Structure-property relationship investigations of higher and lower valent modified lead zirconate titanate ceramics

Investigations of the structure-property relations of lead zirconate titanate (PZT) modified by various higher and lower valent substituents on the A- and B-sites were systematically performed by dielectric spectroscopy, polarization switching, X-ray diffraction, and electron microscopy methods. These investigations have shown a strong dependence of the structure-property relations on substituents concentration, substituent mobility, and substituent-defect distribution, irrespective of the charge compensation mechanism. Lower valent substituent-defect complexes which were mobile until temperatures below the phase transition were found to preferentially locate near domain boundaries, resulting in domain wall pinning. No evidence of relaxor behavior was observed, rather long-range ferroelectric order was preserved and "wavy" domain morphologies were found. However, for higher valent substituents which were essentially quenched from temperatures above that of the ferroelectric phase transformation, relaxor behavior and polar nanodomains were found.;Ionic radii effects were also found to influence the structure-property relations of both ferroelectrics and antiferroelectrics. Smaller A-site "donors" had a stronger tendency to occupy B-sites than larger ones, resulting in increased domain wall pinning, and ferroelectric stability with decreasing radii.

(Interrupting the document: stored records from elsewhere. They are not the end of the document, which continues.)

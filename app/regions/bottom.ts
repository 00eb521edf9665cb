/**
 * The bottom layer, found while the levels stream past (top to bottom, any order works): for every
 * column we keep the deepest level where the model is valid, where the reference is valid, and where both
 * are, with the values there. Memory: a few arrays of one level.
 */
export class BottomTracker {
  /** deepest level with a valid model value (-1: none) */
  readonly modelDeepest: Int32Array;
  readonly refDeepest: Int32Array;
  /** deepest level where both are valid, and the two values there */
  readonly bothDeepest: Int32Array;
  readonly model: Float64Array;
  readonly ref: Float64Array;

  constructor(readonly ncell: number) {
    this.modelDeepest = new Int32Array(ncell).fill(-1);
    this.refDeepest = new Int32Array(ncell).fill(-1);
    this.bothDeepest = new Int32Array(ncell).fill(-1);
    this.model = new Float64Array(ncell).fill(NaN);
    this.ref = new Float64Array(ncell).fill(NaN);
  }

  update(k: number, model: ArrayLike<number>, ref: ArrayLike<number>): void {
    for (let c = 0; c < this.ncell; c++) {
      const m = model[c];
      const r = ref[c];
      const mOk = m - m === 0;
      const rOk = r - r === 0;
      if (mOk && k > this.modelDeepest[c]) this.modelDeepest[c] = k;
      if (rOk && k > this.refDeepest[c]) this.refDeepest[c] = k;
      if (mOk && rOk && k > this.bothDeepest[c]) {
        this.bothDeepest[c] = k;
        this.model[c] = m;
        this.ref[c] = r;
      }
    }
  }

  /**
   * Model and reference values of the bottom layer (NaN where a column is not taken). With a tolerance
   * (metres), a column is taken only when the depths (level centres) of its deepest model cell and its
   * deepest reference cell differ by at most that much.
   */
  select(centres: ArrayLike<number>, tolerance?: number | null): { model: Float64Array; ref: Float64Array; level: Int32Array } {
    const model = new Float64Array(this.ncell).fill(NaN);
    const ref = new Float64Array(this.ncell).fill(NaN);
    const level = new Int32Array(this.ncell).fill(-1);
    for (let c = 0; c < this.ncell; c++) {
      const k = this.bothDeepest[c];
      if (k < 0) continue;
      if (tolerance !== undefined && tolerance !== null) {
        const dz = Math.abs(centres[this.modelDeepest[c]] - centres[this.refDeepest[c]]);
        if (!(dz <= tolerance)) continue;
      }
      model[c] = this.model[c];
      ref[c] = this.ref[c];
      level[c] = k;
    }
    return { model, ref, level };
  }

  /** 1 where the reference has any valid value in the column (for the compared share of the bottom). */
  refColumns(): Float64Array {
    const out = new Float64Array(this.ncell).fill(NaN);
    for (let c = 0; c < this.ncell; c++) if (this.refDeepest[c] >= 0) out[c] = 1;
    return out;
  }
}
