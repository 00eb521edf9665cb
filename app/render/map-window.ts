/**
 * Zoom and pan of a map: the part of the projection's extent that the canvas shows. Zooming keeps the
 * extent's aspect ratio (so the canvas keeps its size) and the point under the pointer in place; the window
 * never leaves the projection's extent.
 */
import type { Extent, MapProjection } from './projections.js';

/** The smallest window: a 64th of the whole map across. */
export const MAX_ZOOM = 64;

/** The projection seen through a window of its extent (same forward and inverse, a smaller extent). */
export function windowed(proj: MapProjection, win: Extent | null): MapProjection {
  return win ? { ...proj, extent: win } : proj;
}

/** How much of the whole extent the window spans across (1 = not zoomed). */
export function zoomOf(full: Extent, win: Extent): number {
  return (full.xmax - full.xmin) / (win.xmax - win.xmin);
}

/** Move a window of the same size inside the full extent (when it is smaller than the extent). */
function keepInside(full: Extent, w: number, h: number, x0: number, y0: number): Extent {
  const xmin = Math.min(full.xmax - w, Math.max(full.xmin, x0));
  const ymin = Math.min(full.ymax - h, Math.max(full.ymin, y0));
  return { xmin, xmax: xmin + w, ymin, ymax: ymin + h };
}

/**
 * Zoom by `factor` (> 1 in, < 1 out) about the projected point (cx, cy), which stays where it is on the canvas.
 * Returns null when the result is the whole map.
 */
export function zoomWindow(full: Extent, win: Extent | null, factor: number, cx: number, cy: number): Extent | null {
  const cur = win ?? full;
  const zoom = Math.min(MAX_ZOOM, Math.max(1, zoomOf(full, cur) * factor));
  if (zoom <= 1 + 1e-9) return null;
  const w = (full.xmax - full.xmin) / zoom;
  const h = (full.ymax - full.ymin) / zoom;
  // the point keeps its fractional place in the window
  const fx = (cx - cur.xmin) / (cur.xmax - cur.xmin);
  const fy = (cy - cur.ymin) / (cur.ymax - cur.ymin);
  return keepInside(full, w, h, cx - fx * w, cy - fy * h);
}

/** Pan by (dx, dy) projected metres; the whole map does not pan. */
export function panWindow(full: Extent, win: Extent | null, dx: number, dy: number): Extent | null {
  if (!win) return null;
  return keepInside(full, win.xmax - win.xmin, win.ymax - win.ymin, win.xmin + dx, win.ymin + dy);
}
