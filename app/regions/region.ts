/** A region of the common grid: a name and the indices of its cells (row-major, longitude fastest). */
export interface Region {
  name: string;
  cells: Int32Array;
  /** where it came from: 'built-in', or the file it was read from */
  source: string;
}

/** Indices where `test` holds. */
export function cellsWhere(n: number, test: (c: number) => boolean): Int32Array {
  const tmp = new Int32Array(n);
  let m = 0;
  for (let c = 0; c < n; c++) if (test(c)) tmp[m++] = c;
  return tmp.slice(0, m);
}
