/**
 * A base-10 logarithmic axis: where a value lies along it, and its ticks (a major tick at every power of ten,
 * minor ticks at 2–9 times it). Model years of a spin-up span decades, so equal distances mean equal ratios.
 */

export interface LogTicks {
  /** powers of ten inside the domain */
  major: number[];
  /** 2..9 × a power of ten inside the domain */
  minor: number[];
}

/** The domain [lo, hi] widened outwards to whole decades, e.g. [10, 5000] → [10, 10000]. Non-positive values are invalid. */
export function decadeDomain(lo: number, hi: number): [number, number] {
  if (!(lo > 0) || !(hi > 0) || !Number.isFinite(lo) || !Number.isFinite(hi)) throw new RangeError(`a logarithmic axis needs positive finite limits, not ${lo} and ${hi}`);
  const a = Math.floor(Math.log10(Math.min(lo, hi)) + 1e-9);
  let b = Math.ceil(Math.log10(Math.max(lo, hi)) - 1e-9);
  if (b === a) b = a + 1;
  return [10 ** a, 10 ** b];
}

/** Position of v on [r0, r1] for a domain [d0, d1] on a log scale (NaN for v ≤ 0). */
export function logPosition(v: number, domain: [number, number], range: [number, number]): number {
  if (!(v > 0)) return NaN;
  const l0 = Math.log10(domain[0]);
  const l1 = Math.log10(domain[1]);
  return range[0] + ((Math.log10(v) - l0) / (l1 - l0)) * (range[1] - range[0]);
}

/** Major and minor ticks inside [lo, hi] (inclusive, with a relative tolerance for rounding). */
export function logTicks(lo: number, hi: number): LogTicks {
  const major: number[] = [];
  const minor: number[] = [];
  if (!(lo > 0) || !(hi > lo)) return { major, minor };
  const inside = (v: number) => v >= lo * (1 - 1e-9) && v <= hi * (1 + 1e-9);
  for (let e = Math.floor(Math.log10(lo)); e <= Math.ceil(Math.log10(hi)); e++) {
    const p = 10 ** e;
    if (inside(p)) major.push(p);
    for (let m = 2; m <= 9; m++) if (inside(m * p)) minor.push(m * p);
  }
  return { major, minor };
}

/** A tick label: whole numbers as they are (10, 100, 10000), small powers as decimals (0.1, 0.01). */
export function logTickText(v: number): string {
  if (v >= 1) return String(Math.round(v));
  return String(Number(v.toPrecision(1)));
}
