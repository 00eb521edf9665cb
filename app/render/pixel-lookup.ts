/**
 * The pixel-to-cell lookup behind every map: each pixel centre is inverse-projected once and the
 * grid cell under it found, so that a change of depth or variable only recolours (see recolour.ts).
 */
import type { MapProjection } from './projections.js';

/** lookup value of a pixel that lies off the globe or outside the projection's view */
export const OFF_MAP = -1;
/** lookup value of a pixel on the globe that no grid cell covers */
export const OFF_GRID = -2;

/** Canvas height that keeps the projection's aspect ratio for a given width. */
export function canvasHeightFor(proj: MapProjection, width: number): number {
  const e = proj.extent;
  return Math.max(1, Math.round((width * (e.ymax - e.ymin)) / (e.xmax - e.xmin)));
}

/** Projected coordinates of a pixel centre (row 0 at the top). */
export function pixelToProjected(proj: MapProjection, width: number, height: number, px: number, py: number): [number, number] {
  const e = proj.extent;
  return [e.xmin + ((px + 0.5) * (e.xmax - e.xmin)) / width, e.ymax - ((py + 0.5) * (e.ymax - e.ymin)) / height];
}

/** Fractional pixel position of projected coordinates (inverse of pixelToProjected). */
export function projectedToPixel(proj: MapProjection, width: number, height: number, x: number, y: number): [number, number] {
  const e = proj.extent;
  return [((x - e.xmin) / (e.xmax - e.xmin)) * width - 0.5, ((e.ymax - y) / (e.ymax - e.ymin)) * height - 0.5];
}

/** Index of the interval of increasing `edges` that holds v, or -1. */
export function findInterval(edges: ArrayLike<number>, v: number): number {
  const n = edges.length - 1;
  if (!(v >= edges[0] && v <= edges[n])) return -1;
  let lo = 0;
  let hi = n;
  while (hi - lo > 1) {
    const mid = (lo + hi) >> 1;
    if (edges[mid] <= v) lo = mid;
    else hi = mid;
  }
  return lo;
}

/** Cell (j * nx + i) of a rectilinear grid with the given edges that holds (lon, lat), or OFF_GRID. */
export function cellAt(lonEdges: ArrayLike<number>, latEdges: ArrayLike<number>, lon: number, lat: number): number {
  const nx = lonEdges.length - 1;
  const west = lonEdges[0];
  const span = lonEdges[nx] - west;
  // a periodic grid takes any longitude: bring it into [west, west + 360)
  let l = lon;
  if (Math.abs(span - 360) < 1e-6) l = west + ((((lon - west) % 360) + 360) % 360);
  const i = findInterval(lonEdges, l);
  const j = findInterval(latEdges, lat);
  return i < 0 || j < 0 ? OFF_GRID : j * nx + i;
}

/**
 * For a canvas of width × height pixels showing `proj`, the cell of each pixel (row-major, row 0 at
 * the top): a grid cell index, OFF_MAP or OFF_GRID.
 */
export function buildPixelLookup(
  proj: MapProjection,
  lonEdges: ArrayLike<number>,
  latEdges: ArrayLike<number>,
  width: number,
  height: number,
): Int32Array {
  if (ROW_LINEAR.has(proj.info.id)) return rowwiseLookup(proj, lonEdges, latEdges, width, height);
  const out = new Int32Array(width * height);
  for (let py = 0; py < height; py++) {
    for (let px = 0; px < width; px++) {
      const [x, y] = pixelToProjected(proj, width, height, px, py);
      const ll = proj.inverse(x, y);
      out[py * width + px] = ll === null ? OFF_MAP : cellAt(lonEdges, latEdges, ll[0], ll[1]);
    }
  }
  return out;
}

/**
 * The lookup of a window moved by whole pixels from one whose lookup is known (a pan): the overlap is copied and
 * only the pixels that come into view are inverse-projected. `dx` pixels to the east, `dy` pixels to the north.
 */
export function shiftPixelLookup(
  previous: Int32Array,
  proj: MapProjection,
  lonEdges: ArrayLike<number>,
  latEdges: ArrayLike<number>,
  width: number,
  height: number,
  dx: number,
  dy: number,
): Int32Array {
  // a row-linear projection builds a whole lookup faster than it would project the strip pixel by pixel
  if (ROW_LINEAR.has(proj.info.id)) return rowwiseLookup(proj, lonEdges, latEdges, width, height);
  const out = new Int32Array(width * height);
  for (let py = 0; py < height; py++) {
    const oy = py - dy;
    const rowInside = oy >= 0 && oy < height;
    for (let px = 0; px < width; px++) {
      const ox = px + dx;
      if (rowInside && ox >= 0 && ox < width) {
        out[py * width + px] = previous[oy * width + ox];
        continue;
      }
      const [x, y] = pixelToProjected(proj, width, height, px, py);
      const ll = proj.inverse(x, y);
      out[py * width + px] = ll === null ? OFF_MAP : cellAt(lonEdges, latEdges, ll[0], ll[1]);
    }
  }
  return out;
}

/**
 * Projections centred on 0° in which, along a row of the map, longitude is proportional to x and latitude is
 * constant: plate carrée (λ = x / R) and Equal Earth (Šavrič, Patterson & Jenny 2018: x = 2√3 R λ cos θ /
 * (3 (9 A4 θ⁸ + 7 A3 θ⁶ + 3 A2 θ² + A1)), y a function of θ alone).
 */
const ROW_LINEAR = new Set(['plate', 'equal-earth']);

/**
 * The lookup of a row-linear projection with one inverse projection per row instead of one per pixel (a zoom
 * builds a new lookup while the person waits): the row's latitude and its degrees of longitude per metre come
 * from the inverse of one point of the row; a pixel beyond ±180° lies off the globe.
 */
function rowwiseLookup(proj: MapProjection, lonEdges: ArrayLike<number>, latEdges: ArrayLike<number>, width: number, height: number): Int32Array {
  const out = new Int32Array(width * height);
  const e = proj.extent;
  const dx = (e.xmax - e.xmin) / width;
  const nx = lonEdges.length - 1;
  const west = lonEdges[0];
  const periodic = Math.abs(lonEdges[nx] - west - 360) < 1e-6;
  // a point a little east of the central meridian, on the globe at every latitude the map shows
  const xRef = 1e-3 * (proj.forward(180 - 1e-9, 0)?.[0] ?? 1);
  for (let py = 0; py < height; py++) {
    const row = out.subarray(py * width, (py + 1) * width);
    const y = e.ymax - ((py + 0.5) * (e.ymax - e.ymin)) / height;
    const ref = proj.inverse(xRef, y);
    if (ref === null) {
      row.fill(OFF_MAP);
      continue;
    }
    const j = findInterval(latEdges, ref[1]);
    const perMetre = ref[0] / xRef;
    let i = -1;
    for (let px = 0; px < width; px++) {
      const lon = (e.xmin + (px + 0.5) * dx) * perMetre;
      if (!(lon >= -180 && lon <= 180)) {
        row[px] = OFF_MAP;
        continue;
      }
      if (j < 0) {
        row[px] = OFF_GRID;
        continue;
      }
      let l = lon;
      if (periodic) l = west + ((((lon - west) % 360) + 360) % 360);
      // longitude grows along the row: step on from the last cell instead of searching anew
      if (i >= 0 && l >= lonEdges[i] && l <= lonEdges[i + 1]) {
        row[px] = j * nx + i;
        continue;
      }
      if (i >= 0 && i + 1 < nx && l >= lonEdges[i + 1] && l <= lonEdges[i + 2]) {
        i++;
        row[px] = j * nx + i;
        continue;
      }
      i = findInterval(lonEdges, l);
      row[px] = i < 0 ? OFF_GRID : j * nx + i;
    }
  }
  return out;
}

In the antiferroelectric phase, larger A-site and smaller B-site substituents stabilized the rhombohedral ferroelectric phase. Valence considerations were found to significantly enhance the changes in antiferroelectric-ferroelectric stability.;The studies on the dynamic behaviors of higher valent modified PZT revealed the presence of strong nonlinearities and induced relaxor characteristics under moderate AC drive for lower La-content compositions. TEM investigations demonstrated a breakdown of ferroelectric domains with increasing AC drive, resulting in anomalous AC field effects.